已知数列 $\{a_n\}$ 满足 $a_0=\dfrac 12$,$a_n=a_{n-1}+\dfrac {1}{n^2}a_{n-1}^2$.
1、求证:$\dfrac {1}{a_{n-1}}-\dfrac {1}{a_{n}}<\dfrac {1}{n^2}$.
2、求证:$a_n<n$($n \in \mathbb N^{\ast}$).
3、求证:$\dfrac {1}{a_{n}}\leqslant \dfrac {5}{6}+\dfrac {1}{n+1}$($n \in \mathbb N^{\ast}$).
解析
1、显然 $\{a_n\}$ 单调递增,根据题意,有\[LHS=\dfrac{1}{a_{n-1}}-\dfrac{1}{a_{n-1}+\dfrac1{n^2}a_{n-1}^2}=\dfrac{\dfrac{1}{n^2}}{1+\dfrac{1}{n^2}a_{n-1}}<\dfrac{1}{n^2},\]命题得证.
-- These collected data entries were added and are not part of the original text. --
// Random PDDs for the metric tests: seeded, so every run checks the same instances.
// A PDD here follows the data contract in src/types.ts: each row ascending, rows in lexicographic order.
import { spawnSync } from 'node:child_process';
import { mkdtempSync, readFileSync, rmSync, writeFileSync } from 'node:fs';
import { tmpdir } from 'node:os';
import { join } from 'node:path';
import type { Pdd } from '../src/types.js';
import { seededUniform } from '../src/demo/prng.js';

/** The shared seeded uniform stream (mulberry32, common practice), so every data set is reproducible. */
export { seededUniform as rng };

/** Build a PDD from row arrays and weights: sorts each row, then the rows lexicographically (weights follow). */
export function makePdd(rowList: number[][], weights: number[]): Pdd {
  const k = rowList[0].length;
  const idx = rowList.map((r, i) => ({ r: [...r].sort((x, y) => x - y), w: weights[i] }));
  idx.sort((p, q) => {
    for (let t = 0; t < k; t++) if (p.r[t] !== q.r[t]) return p.r[t] - q.r[t];
    return 0;
  });
  const rows = new Float64Array(idx.length * k);
  idx.forEach((e, i) => rows.set(e.r, i * k));
  return { k, rows, weights: Float64Array.from(idx.map((e) => e.w)) };
}

/** n rows of k distances drawn by `value`, weights drawn by `weight` and normalised to add up to 1. */
export function randomPdd(rand: () => number, n: number, k: number, value: () => number, weight: () => number = rand): Pdd {
  const rows: number[][] = [];
  const w: number[] = [];
  for (let i = 0; i < n; i++) {
    rows.push(Array.from({ length: k }, value));
    w.push(weight() + 1e-3);
  }
  const s = w.reduce((x, y) => x + y, 0);
  return makePdd(rows, w.map((x) => x / s));
}

/** AMD as defined in "Average minimum distances of periodic point sets" (MATCH 2022): weighted column means. */
export function amdOf(p: Pdd): Float64Array {
  const n = p.weights.length;
  let total = 0;
  for (let i = 0; i < n; i++) total += p.weights[i];
  const out = new Float64Array(p.k);
  for (let i = 0; i < n; i++) for (let j = 0; j < p.k; j++) out[j] += (p.weights[i] / total) * p.rows[i * p.k + j];
  return out;
}

export function pddToJson(p: Pdd): { k: number; rows: number[]; weights: number[] } {
  return { k: p.k, rows: Array.from(p.rows), weights: Array.from(p.weights) };
}

/** EMDs of many PDD pairs in one python3 call (scripts/emd-reference.py: POT's ot.emd2 with a Chebyshev ot.dist matrix). */
export function potReference(instances: Array<{ a: Pdd; b: Pdd }>): number[] {
  const dir = mkdtempSync(join(tmpdir(), 'polysift-emd-'));
  try {
    const input = join(dir, 'in.json');
    const output = join(dir, 'out.json');
    writeFileSync(input, JSON.stringify({ instances: instances.map(({ a, b }) => ({ k: a.k, a: pddToJson(a), b: pddToJson(b) })) }));
    const script = new URL('../scripts/emd-reference.py', import.meta.url).pathname;
    const run = spawnSync('python3', [script, input, output], { encoding: 'utf8', timeout: 120_000 });
    if (run.error || run.status !== 0) {
      throw new Error(`python3 with POT (pip install POT numpy) is needed for this check: ${run.error?.message ?? run.stderr}`);
    }
    return (JSON.parse(readFileSync(output, 'utf8')) as { emd: number[] }).emd;
  } finally {
    rmSync(dir, { recursive: true, force: true });
  }
}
2、根据第 $(1)$ 小题的结论,可得\[\sum_{k=1}^n\left(\dfrac1{a_{k-1}}-\dfrac{1}{a_k}\right)<\sum_{k=1}^n\dfrac{1}{k^2}\iff 2-\dfrac{1}{a_n}<\sum_{k=1}^n\dfrac{1}{k^2},\]因此只需要证明\[\sum_{k=1}^n\dfrac{1}{k^2}<2-\dfrac 1n,\]而\[\sum_{k=1}^n\dfrac{1}{k^2}<1+\sum_{k=2}^n\dfrac{1}{(k-1)k}=2-\dfrac 1n,\]因此命题得证.
3、根据第 $(1)$ 和第 $(2)$ 小题的结论,有\[\dfrac{1}{a_{n-1}}-\dfrac{1}{a_n}=\dfrac{\dfrac{1}{n^2}}{1+\dfrac{1}{n^2}a_{n-1}}>\dfrac{\dfrac{1}{n^2}}{1+\dfrac{n-1}{n^2}}=\dfrac{1}{n^2+n-1}>\dfrac 1n-\dfrac1{n+1},\]因此\[\sum_{k=2}^n\left(\dfrac{1}{a_{k-1}}-\dfrac1{a_k}\right)\geqslant \dfrac 12-\dfrac1{n+1}\implies \dfrac{1}{a_1}-\dfrac{1}{a_n}\geqslant \dfrac 12-\dfrac1{n+1},\]结合 $a_1=\dfrac 34$ 整理即得命题成立.